Microsoft, watch out. The growth in the computing market will be devices like these, not general purpose computers - desktops and laptops. These devices will be more reliant on browser based RIA apps (e.g. Javascript & HTML5) and web services than on native applications. General purpose PCs will still be around in large but stagnant numbers. If I'm making these more specialized devices, why would I pay for an operating system when I can get one for free? If the browser I put on my device meets all the requisite standards, you can no longer offer me the advantage of lot's of applications.
But Microsoft is not stupid. The new Zune HD shows me that at least they are thinking about this market and how to compete in it.
Very often, people confuse simple with simplistic. The nuance is lost on most. - Clement Mok
Meet the new boss, same as the old boss. Why not just stick with Windows and save yourself the hassle?
Remember Firefox? Once it reached a 10% market share most websites started abandoning MSFT's walled garden and adopt standards. Same way if enough people migrate to Google docs, Open Office, Android etc etc, it will nail MSFT's underhanded tactics. If 10% of the people are using OpenOffice, they will interact with some 20% of the MsOffice market, and start demanding smooth file transfers. If 10% of the people use Android net book to take a quick look at MsOffice powerpoint it will force MSFT to at least allow a standard compliant export or standard compliant view only mode.

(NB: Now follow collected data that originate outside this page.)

"""Phase portraits for notebooks: labelled xarray Datasets."""

from __future__ import annotations

from collections.abc import Mapping, Sequence
from typing import Any

import numpy as np
from numpy.typing import NDArray

from atlas.config.digests import decisive
from atlas.config.draws import KINDS
from atlas.config.jobs import Plate
from atlas.config.load import plate_from_parts
from atlas.families.map_family import Family
from atlas.orbits.counting import portrait_of, resolved_portrait
from atlas.orbits.counts import CELLS_AT_ONCE
from atlas.orbits.portrait import TOTALS, Portrait, PortraitCounter
from atlas.orbits.portrait_counts import count_portrait, workers_that_fit
from atlas.orbits.schedule import schedule, threads
from atlas.output.certificate import as_text, certificate
from atlas.output.certificate_reader import KEY
from atlas.output.dataset_parts import KIND, Number, axis_attributes, cells_of
from atlas.plan import BASE_MEMORY, LABELS_MEMORY, check_arrays, parse_memory
from atlas.reading.place import REQUEST, shown
from tiles.window import View


def phase_portrait(
    family: Family,
    view: View,
    *,
    size: tuple[int, int],
    set: Mapping[str, Any] | None = None,
    starts: Sequence[Mapping[str, Number]] | Mapping[str, Any] | None = None,
    transient: int = 1000,
    samples: int | str = "auto",
    transient_limit: int | None = None,
    longest_period: int = 64,
    record: Mapping[str, int] | None = None,
    workers: int | None = None,
    memory: str | int | None = None,
) -> Any:
    """Count the states of orbits over two state variables or observables, at one setting of the parameters.

    Parameters
    ----------
    family : Family
        From `atlas.family` or `atlas.load(path).families`.
    view : View
        State variables or observables across and up.
    size : (int, int)
        Columns and rows.
    set : mapping of str to number, optional
        Parameters that differ from their defaults; ``{"r": {"pattern": ["a", "b"]}}`` gives a pattern another
        word.
    starts : sequence of mappings of str to number, or mapping, optional
        Initial conditions, or ``{"grid": [8, 8], "box": {"x": [0, 1], "y": [0, 1]}}``; by default the
        family's own.
    transient, transient_limit : int
        Steps before sampling, and at most, for orbits that settle slowly; the limit is 1 000 000 by default.
    samples : int or "auto"
        States counted of each start; by default a mean of at least 8 in the occupied cells. A start is run
        as several copies, which differ by 2**-40 of their size at most (`atlas.orbits.portrait`), and the
        samples are rounded up to whole numbers for each copy.
    longest_period : int
        Longest cycle looked for.
    record : mapping, optional
        ``{"every": 12, "phase": 3}`` counts only the states after n steps where n modulo 12 is 3.
    workers : int, optional
        Threads; by default one a processor. The result does not depend on it.
    memory : str or int, optional
        Budget of the whole process, such as ``"2GiB"`` or bytes; where it is short, fewer threads count.

    Returns
    -------
    xarray.Dataset
        ``counts`` (uint32) and ``density`` (float64, counts / (exposure * area of a cell), per unit of both
        axes or, on a log axis, of its natural logarithm) on both axes, up first. Without dimensions, in
        samples: ``exposure``, ``left`` and ``right`` of the view, ``below`` and ``above`` between them,
        ``escaped``, ``unsettled``, ``filled`` by exact repeats; in orbits: ``collapsed``, ``on_repelling``.
        Inside + left + right + below + above + escaped + unsettled = exposure. Coordinates are cell centres,
        ascending. The certificate is in the attribute ``atlas-certificate``.

    Raises
    ------
    Refusal
        For axes, parameters or starts that the family does not have, more samples than a count holds, a size
        beyond the memory budget, and a window finer than float64 resolves.

    Examples
    --------
    >>> import atlas
    >>> view = atlas.View(across=("x", "-1.5", "1.5"), up=("y", "-0.5", "0.5"))
    >>> ds = atlas.phase_portrait(atlas.family("henon"), view, size=(30, 20), samples=2000)
    >>> ds.counts.dims, int(ds.counts.sum())
    (('y', 'x'), 2000)
    """
    place = REQUEST
    if not isinstance(view, View):
        raise place.at("view").refusal(f"{shown(view)} is no view; write atlas.View(across=..., up=...)")
    columns, rows = cells_of(size, place.at("size"))
    budget = parse_memory(memory)
    check_arrays((columns, rows), budget)
    job = plate_from_parts(
        family,
        view.across,
        view.up,
        set=set,
        starts=starts,
        name="dataset",
        place=place,
        transient=transient,
        transient_limit=transient_limit,
        samples=samples,
        longest_period=longest_period,
        record=record,
    )
    if job.kind != "portrait":
        raise place.at("view").refusal(
            f"{view.across.name} across and {view.up.name} up make {KINDS[job.kind]}; "
            "put state variables or observables on both axes"
        )
    counter = portrait_of(job, columns, rows)
    room = budget - BASE_MEMORY - LABELS_MEMORY
    with schedule(workers) as opened:
        counter = resolved_portrait(job, counter, opened)
        at_once = workers_that_fit(columns, rows, room, threads(workers))
        portrait = count_portrait(counter, opened, at_once=at_once)
    return _dataset(job, counter, portrait)


def sampled_of(counter: PortraitCounter, portrait: Portrait) -> dict[str, int]:
    """Return what the certificate says of the samples of a phase portrait."""
    return {
        "columns": counter.columns,
        "rows": counter.rows,
        "starts": len(counter.starts),
        "copies_of_each_start": portrait.copies,
        "of_each_start": portrait.samples,
        "exposure": portrait.totals["exposure"],
        "filled_by_repeats": portrait.totals["filled"],
    }


def _dataset(job: Plate, counter: PortraitCounter, portrait: Portrait) -> Any:
    import xarray

    family, view, digest = job.family, job.view, portrait.digest()
    columns, rows = portrait.counts.shape
    config = {"kind": KIND, **decisive(job), "resolution": [columns, rows]}
    record = certificate(KIND, family.name, config, digest, portrait.shares(), sampled_of(counter, portrait))
    area = view.across.cell_size(columns) * view.up.cell_size(rows)
    dims = (view.up.name, view.across.name)
    made = xarray.Dataset(
        {
            "counts": (dims, np.ascontiguousarray(portrait.counts.T)),
            "density": (dims, _density(portrait, area)),
            **{name: ((), np.uint64(portrait.totals[name])) for name in TOTALS},
        },
        coords={dims[0]: view.up.centres(rows), dims[1]: view.across.centres(columns)},
        attrs={
            "family": family.name,
            "formula": "; ".join(family.formula_lines()),
            "samples": portrait.samples,
            "copies": portrait.copies,
            "cell_area": area,
            "counts_digest": digest,
            KEY: as_text(record),
        },
    )
    for axis in (view.across, view.up):
        made[axis.name].attrs = axis_attributes(axis, *family.label_and_unit(axis.name))
    return made


def _density(portrait: Portrait, area: float) -> NDArray[np.float64]:
    """Return the densities, shape (rows, columns), without a second array of that size."""
    columns, rows = portrait.counts.shape
    whole = np.empty((rows, columns))
    width = max(1, CELLS_AT_ONCE // rows)
    for first in range(0, columns, width):
        block = slice(first, first + width)
        whole[:, block] = (portrait.counts[block] / (portrait.totals["exposure"] * area)).T
    return whole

That is all it takes to start shaking the monopoly. Once MSFT market share in Office and OS starts to dip below 80% it will get into a avalanche mode and drop to 40% in just 4 or 5 years.
sed -e 's/Chuck Norris/Rajnikant/g' joke > fact
Most people don't want that many pieces of software, what they want is a simple interface with predictable behaviour. A full blown Linux OS just can't offer that yet. Having something like Android where it's tailored to a specific market/product type should prove to be quite popular IMHO. Just look at the iPhone, cool factor aside it's main selling point is that it's easy to find, install and use the applications on it.
"What does android has that linux doesn't?"
Unity: as opposed to the fragmentation of Linux. Linux has ~1% of the desktop market and that is divided into a hundred fragments. I say this as someone who uses RH at work and Ubuntu at home (secondary boot to windows). I am not going to get into a back and forth over the benefit of the freedom to fork new things. Yep thats nice, but with the utter fragmentation reducing Linux to the ghetto forever, it has IMO relegated it to the backwaters forever.
Name recognition: To stand out from the Linux rabble.
Money: to advertise/fix issue/build whatever they need to make it work...
From all of the above you get buy in, trust, investment.
I'd love to replace my Ubuntu boot with Android if it ever heads in that direction.
If it looks like a portable computer (laptop/netbook), people will expect to see Windows on it, and the vast majority of them will run away if it doesn't have it.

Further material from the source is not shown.